-- INFORMATION GIVEN follows --

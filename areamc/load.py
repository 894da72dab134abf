"""Read vector layers (files GDAL opens, GeoParquet, GeoDataFrames) into plain shapely geometries.

This is the first step of every command: it validates the file, the layer and
the id field, reads the CRS, repairs invalid polygons and sets empty ones
aside, and returns a frozen :class:`Layer`.  A truncated or damaged file
(Shapefile index against its .shp, SQLite's check of a GeoPackage, errors
GDAL reports while reading), text that does not decode, malformed geometries
and repeated ids are refused, each naming the file and the feature.  Geometries stay in the layer's
own CRS; projection is :mod:`areamc.project`'s job.

Where a layer can come from (:func:`read_layer`): any path GDAL opens through fiona
(:func:`gdal_path`: a ``.zip`` archive, ``zip://``, every ``/vsi...`` path, an
``http(s)://``, ``s3://`` or ``gs://`` URL), with GDAL open options
(:func:`parse_open_options`); a GeoParquet file (through geopandas and pyarrow, the
``parquet`` extra); or a geopandas GeoDataFrame or GeoSeries already in memory.  Large
layers are read through pyogrio when it is installed (:data:`PYOGRIO_MIN_FEATURES`),
and through fiona whenever pyogrio's reading is not certain to give the same records.
"""

from __future__ import annotations

import codecs
import functools
import logging
import os
import re
import sqlite3
import struct
import sys
import urllib.parse
import warnings
import zipfile
from collections import Counter
from collections.abc import Mapping
from dataclasses import dataclass, field

import fiona
import fiona.errors
import numpy as np
import pyproj
import shapely
from shapely.geometry import shape

from .errors import AreamcNotice, AreamcWarning, CRSError, LayerError, OptionError
from . import globe

__all__ = [
    "Layer",
    "read_layer",
    "list_layers",
    "parse_crs",
    "layer_from_geometries",
    "gdal_path",
    "is_network_path",
    "parse_open_options",
    "MAX_PLANE_COORDINATE_M",
    "PYOGRIO_MIN_FEATURES",
    "READER_VARIABLE",
]

_POLYGONAL = {"Polygon", "MultiPolygon"}
_PUNCTUAL = {"Point", "MultiPoint"}
#: Largest distance from a projected CRS's origin, in metres, that a coordinate may lie at
#: (100,000 km, 2.5 times the Earth's circumference); beyond it a coordinate is refused as corrupt.
MAX_PLANE_COORDINATE_M = 1e8
#: Geographic coordinates beyond these bounds (degrees) are refused: longitudes within ±360
#: (so 0..360 data is accepted), latitudes within ±90.
_MAX_LON_DEG, _MAX_LAT_DEG = 360.0, 90.0
#: Duplicated ids named in a refusal; the rest are counted ("and N more").
_DUPLICATES_NAMED = 3
#: Duplicated ids named in the warning on kept duplicates; the rest are counted.
_DUPLICATES_WARNED = 5


@dataclass(frozen=True)
class Layer:
    """Features of one vector layer, in the layer's own CRS.

    Attributes
    ----------
    path, layer : str
        File and layer name the features came from.
    crs : pyproj.CRS
        CRS of the coordinates in `geometries` (from the file, or the ``input_crs`` given).
    ids : tuple of str
        One label per kept feature (the ``id_field`` value, else the feature id).
    geometries : numpy.ndarray of shapely geometries
        Polygons/MultiPolygons (or Points for point layers), 2-D, valid, non-empty.
    properties : tuple of dict
        The attribute values of each kept feature.
    kind : {"polygon", "point", "mixed"}
        What the layer holds; "mixed" (points and polygons, each feature as
        its own type) only from ``read_layer(kind="any")``.
    geometry_types : dict
        Count of each geometry type as read, before repair, over all features.
    repaired : tuple of str
        Ids of invalid polygons that were repaired with ``shapely.make_valid``.
    empty : tuple of str
        Ids of features with an empty or missing geometry; they are not in `ids`.
    skipped : tuple of str
        Ids of features whose geometry type does not fit the layer's kind.
    indices : tuple of int
        Position of each kept feature in the layer as read (0-based, counting
        empty and skipped features): result rows carry it as ``feature_index``,
        which tells features apart when ids repeat.  Default ``0, 1, 2, ...``.
    reach_circles : int
        How many features are geodesic circles drawn round points with a reach
        (:func:`~areamc.zones.read_zones`): their extent is a straight-line distance.
    fields : tuple of (str, str)
        Each attribute field's name and type as the file's schema declares it, in file
        order (fiona's types: ``"str:40"``, ``"int"``, ``"float"``, ``"date"``, ...);
        for a layer built in memory, inferred from its values (a GeoDataFrame's from its dtypes).
    """

    path: str
    layer: str
    crs: pyproj.CRS
    ids: tuple[str, ...]
    geometries: np.ndarray
    properties: tuple[dict, ...]
    kind: str
    geometry_types: dict = field(default_factory=dict)
    repaired: tuple[str, ...] = ()
    empty: tuple[str, ...] = ()
    skipped: tuple[str, ...] = ()
    indices: tuple[int, ...] = ()
    reach_circles: int = 0
    fields: tuple[tuple[str, str], ...] = ()

    def __post_init__(self) -> None:
        if not self.indices:
            object.__setattr__(self, "indices", tuple(range(len(self.ids))))
        elif len(self.indices) != len(self.ids):
            raise ValueError(f"{self.path}: {len(self.indices)} feature indices for {len(self.ids)} ids")

    def __len__(self) -> int:
        return len(self.ids)

    @property
    def source(self) -> str:
        """``path`` or ``path:layer`` for messages."""
        return f"{self.path} (layer {self.layer})"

-- INFORMATION GIVEN concluded --

### WHAT TO DO
In the entries above, some lines hold the string "every". Copy each of them.

### ANSWER SECTION
This is the first step of every command: it validates the file, the layer and
(:func:`gdal_path`: a ``.zip`` archive, ``zip://``, every ``/vsi...`` path, an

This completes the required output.